## Material shown
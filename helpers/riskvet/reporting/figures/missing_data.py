"""Figures of multiple imputation: the chains of the imputed values, and observed against imputed values.

:func:`plot_imputation_chains` draws, for each imputed column, the mean and
the sd of its imputed values after each cycle of the chained equations, one
line per imputation: chains that have settled wander within one band with
no trend, and the lines of the imputations mingle.
:func:`plot_observed_imputed` sets the distribution of the observed values
of each imputed column beside that of its imputed values (pooled over the
imputations): outline histograms of equal area for numbers, paired bars of
level shares for categories.

Both take an :class:`~riskvet.imputation.Imputations` and draw what it
holds; neither fits anything.  A column with fewer than ``min_cell_count``
imputed values, or named in ``withhold`` (the columns a
:class:`~riskvet.reporting.missingness.MissingDataReport` withholds), is
not drawn: with predictive mean matching the imputed values are other
people's observed values, so a handful of them would show individuals.
The histograms are drawn on bins that each hold 0 or at least
``min_cell_count`` observed people
(:func:`riskvet.measures.calibration.merge_bins`), and the imputed values on
the same bins.  The style is that of
:mod:`riskvet.reporting.figures.performance`.
"""

from __future__ import annotations

from collections.abc import Sequence
from typing import Any

import matplotlib as mpl
import numpy as np
from matplotlib.axes import Axes
from matplotlib.figure import Figure

from ...errors import RiskvetError, problem
from ...imputation import Imputations
from ...measures.calibration import merge_bins
from .performance import _LABEL_SIZE, _STYLE, FIGURE_WIDTH, LINESTYLES, PALETTE

__all__ = ["plot_imputation_chains", "plot_observed_imputed", "MAX_CHAIN_COLUMNS"]

#: Imputed columns drawn at most by :func:`plot_imputation_chains` (those with the most imputed values).
MAX_CHAIN_COLUMNS = 8
# Panels across in :func:`plot_observed_imputed`.
_ACROSS = 3
# Bins of a numeric column before bins with too few people are merged.
_BINS = 20
_NOTE_COLOUR = "#555555"


def _checked(imputations: Any, min_cell_count: Any, withhold: Any, func: str) -> tuple[int, set]:
    if not isinstance(imputations, Imputations):
        raise RiskvetError(problem(f"{func}(imputations)", allowed="an Imputations from riskvet.imputation.impute", received=type(imputations).__name__))
    if isinstance(min_cell_count, bool) or not isinstance(min_cell_count, (int, np.integer)) or min_cell_count < 0:
        raise RiskvetError(problem(f"{func}(min_cell_count=)", allowed="a whole number >= 0", received=min_cell_count))
    if isinstance(withhold, (str, bytes)) or not isinstance(withhold, (Sequence, set, frozenset)):
        raise RiskvetError(problem(f"{func}(withhold=)", allowed="a sequence of column names", received=withhold))
    unknown = [c for c in withhold if c not in imputations.frame.columns]
    if unknown:
        raise RiskvetError(problem(f"{func}(withhold=)", allowed=f"columns of the imputed frame {list(imputations.frame.columns)}", received=unknown))
    return int(min_cell_count), set(withhold)


def _drawable(imputations: Imputations, m: int, withhold: set) -> tuple[list, list]:
    """Imputed columns that may be drawn and those that may not, the most imputed values first."""
    order = list(reversed(imputations.columns_imputed))  # visited in increasing missingness
    hidden = [c for c in order if c in withhold or 0 < len(imputations.rows[c]) < m]
    return [c for c in order if c not in hidden], hidden


def _note(ax: Axes, text: str) -> None:
    ax.text(0.5, 0.5, text, transform=ax.transAxes, ha="center", va="center", fontsize=_LABEL_SIZE, color=_NOTE_COLOUR, wrap=True)
    ax.set_xticks([])
    ax.set_yticks([])
    ax.grid(False)
    for side in ("left", "bottom"):
        ax.spines[side].set_visible(False)


def _not_drawn_text(hidden: list, left_out: list) -> str:
    parts = []
    if hidden:
        parts.append("not drawn (too few imputed values to show, or their number is suppressed): " + ", ".join(map(str, hidden)))
    if left_out:
        parts.append(f"left out (only the {MAX_CHAIN_COLUMNS} columns with the most imputed values are drawn): " + ", ".join(map(str, left_out)))
    return "; ".join(parts)


def plot_imputation_chains(imputations: Imputations, *, min_cell_count: int = 0, withhold: Sequence[Any] = ()) -> Figure:
    """The mean and sd of each column's imputed values after each cycle, one line per imputation.

    Parameters
    ----------
    imputations : Imputations
        From :func:`riskvet.imputation.impute` (its ``chain`` table).
    min_cell_count : int, keyword-only
        Columns with 1 to ``min_cell_count - 1`` imputed values are not
        drawn (``output.min_cell_count``); default 0 draws every column.
    withhold : sequence of column names, keyword-only
        Columns not to draw either (``MissingDataReport.withheld_columns``).

    Returns
    -------
    matplotlib.figure.Figure
        One row of two panels (mean, sd) per drawn column, the column with
        the most imputed values first, at most :data:`MAX_CHAIN_COLUMNS`
        rows; the columns not drawn are named beneath.  Categories are drawn
        on their level positions (0 for the lowest level).  With no column
        to draw, one panel says so.
    """
    m, withhold = _checked(imputations, min_cell_count, withhold, "plot_imputation_chains")
    drawn, hidden = _drawable(imputations, m, withhold)
    drawn, left_out = drawn[:MAX_CHAIN_COLUMNS], drawn[MAX_CHAIN_COLUMNS:]
    chain = imputations.chain
    with mpl.rc_context(_STYLE):
        fig = Figure(figsize=(FIGURE_WIDTH, 1.4 + 1.7 * max(len(drawn), 1)), layout="constrained")
        if not drawn:
            _note(fig.add_subplot(), "no imputed column to draw")
        else:
            axes = fig.subplots(len(drawn), 2, sharex=True, squeeze=False)
            for row, column in zip(axes, drawn):
                mine = chain[chain["column"] == column]
                for j in range(imputations.m):
                    one = mine[mine["imputation"] == j].sort_values("iteration")
                    style = {"color": PALETTE[j % len(PALETTE)], "linestyle": LINESTYLES[j % len(LINESTYLES)], "linewidth": 1.1}
                    row[0].plot(one["iteration"], one["mean"], **style)
                    row[1].plot(one["iteration"], one["sd"], **style)
                scale = " (level position)" if column in imputations.levels else ""
                row[0].set_ylabel(f"{column}{scale}", fontsize=_LABEL_SIZE)
            axes[0, 0].set_title("mean of the imputed values")
            axes[0, 1].set_title("sd of the imputed values")
            for ax in axes[-1]:
                ax.set_xlabel("cycle")
                ax.xaxis.set_major_locator(mpl.ticker.MaxNLocator(integer=True))
        fig.suptitle(f"Chains of the imputed values ({imputations.m} imputations, one line each)", fontsize=11.5)
        note = _not_drawn_text(hidden, left_out)
        if note:
            fig.supxlabel(note, fontsize=_LABEL_SIZE - 1, color=_NOTE_COLOUR, wrap=True)
    return fig


def _numeric_panel(ax: Axes, observed: np.ndarray, imputed: np.ndarray, m: int) -> None:
    """Outline histograms of equal area; bins merged until each holds 0 or at least ``m`` observed people."""
    edges = np.histogram_bin_edges(observed, bins=_BINS)
    if edges[0] == edges[-1]:
        edges = np.array([edges[0] - 0.5, edges[0] + 0.5])
    edges, _ = merge_bins(edges, np.histogram(observed, bins=edges)[0], min_count=m)
    if not edges.size:
        _note(ax, "too few observed values to show")
        return
    width = np.diff(edges)
    for values, colour, style, label in ((observed, PALETTE[1], "-", "observed"), (imputed, PALETTE[2], "--", "imputed")):
        counts = np.histogram(np.clip(values, edges[0], edges[-1]), bins=edges)[0]
        ax.stairs(counts / (counts.sum() * width), edges, color=colour, linestyle=style, linewidth=1.6, label=label)
    ax.set_yticks([])
    ax.set_ylabel("density")


def _category_panel(ax: Axes, observed: np.ndarray, imputed: np.ndarray, levels: tuple, m: int) -> None:
    """Paired bars of level shares; not drawn when a level holds 1 to ``m - 1`` observed people."""
    seen = np.bincount(observed, minlength=len(levels))
    if np.any((seen > 0) & (seen < m)):
        _note(ax, "not drawn: a level has too few\nobserved people to show")
        return
    x = np.arange(len(levels))
    made = np.bincount(imputed, minlength=len(levels))
    ax.bar(x - 0.2, seen / seen.sum(), width=0.4, color=PALETTE[1], label="observed")
    ax.bar(x + 0.2, made / made.sum(), width=0.4, color="white", edgecolor=PALETTE[2], hatch="////", label="imputed")
    ax.set_xticks(x, [str(v) for v in levels], rotation=30 if len(levels) > 3 else 0)
    ax.set_ylabel("share")


def plot_observed_imputed(imputations: Imputations, *, min_cell_count: int, withhold: Sequence[Any] = ()) -> Figure:
    """Observed against imputed values of each imputed column.

    Parameters
    ----------
    imputations : Imputations
        From :func:`riskvet.imputation.impute`.
    min_cell_count : int, keyword-only
        ``output.min_cell_count``: a column with 1 to ``min_cell_count - 1``
        imputed values is not drawn, histogram bins are merged until each
        holds 0 or at least this many observed people, and a category with a
        level of 1 to ``min_cell_count - 1`` observed people is not drawn.
    withhold : sequence of column names, keyword-only
        Columns not to draw either (``MissingDataReport.withheld_columns``).

    Returns
    -------
    matplotlib.figure.Figure
        One panel per imputed column, the column with the most imputed
        values first, three across.  Numbers: outline histograms of the
        observed values (solid blue) and of the imputed values pooled over
        the imputations (dashed vermilion), each of area 1, on the same
        bins.  Categories: the share of each level among the observed values
        (solid blue bars) and the imputed values (hatched bars).  A column
        not drawn keeps its panel, with a note saying so.
    """
    m, withhold = _checked(imputations, min_cell_count, withhold, "plot_observed_imputed")
    hidden = _drawable(imputations, m, withhold)[1]
    columns = list(reversed(imputations.columns_imputed))
    n_rows = max(1, -(-len(columns) // _ACROSS))
    with mpl.rc_context(_STYLE):
        fig = Figure(figsize=(FIGURE_WIDTH * 1.15, 0.9 + 2.5 * n_rows), layout="constrained")
        if not columns:
            _note(fig.add_subplot(), "no column was imputed")
            return fig
        grid = fig.add_gridspec(n_rows, min(_ACROSS, len(columns)))
        legend_from = None
        for i, column in enumerate(columns):
            ax = fig.add_subplot(grid[i // _ACROSS, i % _ACROSS])
            ax.set_title(str(column), fontsize=_LABEL_SIZE + 0.5)
            if column in hidden:
                _note(ax, "not drawn: too few imputed\nvalues to show, or their\nnumber is suppressed")
                continue
            rows = imputations.rows[column]
            observed_rows = np.setdiff1d(np.arange(len(imputations.frame)), rows)
            pooled = np.concatenate([np.asarray(v[column]) for v in imputations.values])
            if column in imputations.levels:
                levels = imputations.levels[column]
                position = {level: k for k, level in enumerate(levels)}
                observed = np.array([position[v] for v in imputations.frame[column].iloc[observed_rows]], dtype=np.int64)
                _category_panel(ax, observed, pooled.astype(np.int64), levels, m)
            else:
                observed = imputations.frame[column].iloc[observed_rows].to_numpy(dtype=np.float64)
                _numeric_panel(ax, observed, pooled.astype(np.float64), m)
            if legend_from is None and ax.get_legend_handles_labels()[0]:
                legend_from = ax
        if legend_from is not None:
            fig.legend(*legend_from.get_legend_handles_labels(), loc="outside lower center", ncols=2)
        fig.suptitle(f"Observed and imputed values ({imputations.m} imputations pooled)", fontsize=11.5)
    return fig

## Work instructions
Print exactly the lines of the listing above starting at the line containing "ax.stairs(counts / (counts.sum()" and ending at the line containing "One panel per", both included.

## Written answer
        ax.stairs(counts / (counts.sum() * width), edges, color=colour, linestyle=style, linewidth=1.6, label=label)
    ax.set_yticks([])
    ax.set_ylabel("density")


def _category_panel(ax: Axes, observed: np.ndarray, imputed: np.ndarray, levels: tuple, m: int) -> None:
    """Paired bars of level shares; not drawn when a level holds 1 to ``m - 1`` observed people."""
    seen = np.bincount(observed, minlength=len(levels))
    if np.any((seen > 0) & (seen < m)):
        _note(ax, "not drawn: a level has too few\nobserved people to show")
        return
    x = np.arange(len(levels))
    made = np.bincount(imputed, minlength=len(levels))
    ax.bar(x - 0.2, seen / seen.sum(), width=0.4, color=PALETTE[1], label="observed")
    ax.bar(x + 0.2, made / made.sum(), width=0.4, color="white", edgecolor=PALETTE[2], hatch="////", label="imputed")
    ax.set_xticks(x, [str(v) for v in levels], rotation=30 if len(levels) > 3 else 0)
    ax.set_ylabel("share")


def plot_observed_imputed(imputations: Imputations, *, min_cell_count: int, withhold: Sequence[Any] = ()) -> Figure:
    """Observed against imputed values of each imputed column.

    Parameters
    ----------
    imputations : Imputations
        From :func:`riskvet.imputation.impute`.
    min_cell_count : int, keyword-only
        ``output.min_cell_count``: a column with 1 to ``min_cell_count - 1``
        imputed values is not drawn, histogram bins are merged until each
        holds 0 or at least this many observed people, and a category with a
        level of 1 to ``min_cell_count - 1`` observed people is not drawn.
    withhold : sequence of column names, keyword-only
        Columns not to draw either (``MissingDataReport.withheld_columns``).

    Returns
    -------
    matplotlib.figure.Figure
        One panel per imputed column, the column with the most imputed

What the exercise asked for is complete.